_TASK DIRECTIONS_.
Tally every line of the listing below that holds "refine", then give the tally alone.

---------- SUPPLIED INFORMATION ----------

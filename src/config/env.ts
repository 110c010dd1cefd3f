/**
 * The one module that reads environment variables. Everything else imports the parsed values from here, so
 * the accepted settings, their defaults and their validation live in one place.
 *
 * Relative paths are resolved against the working directory, which is the repository root for every way
 * the project is run (`npm run ...`, `next dev|start`, vitest).
 */
import path from "node:path";
import { z } from "zod";

/** The SQLite file used when DATABASE_URL is not set (the `data/` directory is git-ignored). */
export const DEFAULT_DATABASE_URL = "file:./data/assignable.db";

/** Raised when an environment variable has a value we cannot use; the message names the variable. */
export class EnvironmentError extends Error {
  override name = "EnvironmentError";
}

const ZDatabaseUrl = z
  .string()
  .trim()
  .startsWith("file:", { abort: true, error: 'must be a SQLite file URL starting with "file:", e.g. file:./data/assignable.db' })
  .refine((url) => url.slice("file:".length).length > 0, { error: "names no file after file:" })
  .refine((url) => !url.includes("?"), { error: "must not carry query parameters (the driver ignores them)" })
  .refine((url) => url !== "file::memory:", { error: "must name a file: an in-memory database would lose every write" });

const ZEnvironment = z.object({
  DATABASE_URL: ZDatabaseUrl.default(DEFAULT_DATABASE_URL),
  NODE_ENV: z.enum(["development", "production", "test"]).default("development"),
});

export type TEnvironment = {
  /** Absolute path of the SQLite database file. */
  databaseFile: string;
  /** `file:` URL with the absolute path, as the Prisma driver adapter and prisma.config.ts expect it. */
  databaseUrl: string;
  nodeEnv: "development" | "production" | "test";
};

/** Turns a `file:` URL into an absolute file path, relative paths taken from the working directory. */
export function databaseFileFromUrl(url: string): string {
  const parsed = ZDatabaseUrl.safeParse(url);
  if (!parsed.success) {
    throw new EnvironmentError(
      `DATABASE_URL "${url}" ${parsed.error.issues.map((issue) => issue.message).join("; ")}. Correct it, or unset it to use the default (${DEFAULT_DATABASE_URL}).`,
    );
  }
  // The path is only known at run time: tell Turbopack not to trace the project folder into the build output.
  return path.resolve(/*turbopackIgnore: true*/ process.cwd(), parsed.data.slice("file:".length));
}

/** Parses an environment (process.env by default); throws EnvironmentError naming the bad variable. */
export function parseEnvironment(source: Readonly<Record<string, string | undefined>> = process.env): TEnvironment {
  // An empty variable counts as unset, as shells and .env files often leave them.
  const present = Object.fromEntries(Object.entries(source).filter(([, value]) => value !== undefined && value !== ""));
  const parsed = ZEnvironment.safeParse(present);
  if (!parsed.success) {
    const problems = parsed.error.issues.map((issue) => `${issue.path.join(".")} ${issue.message}`);
    throw new EnvironmentError(
      `Invalid environment: ${problems.join("; ")}. Correct the variable, or unset it to use the default (DATABASE_URL=${DEFAULT_DATABASE_URL}).`,
    );
  }
  const databaseFile = databaseFileFromUrl(parsed.data.DATABASE_URL);
  return { databaseFile, databaseUrl: `file:${databaseFile}`, nodeEnv: parsed.data.NODE_ENV };
}

let cached: TEnvironment | undefined;

/** The process environment, parsed once on first use. */
export function environment(): TEnvironment {
  cached ??= parseEnvironment();
  return cached;
}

----------

_RESPONSE TO THE TASK_.
3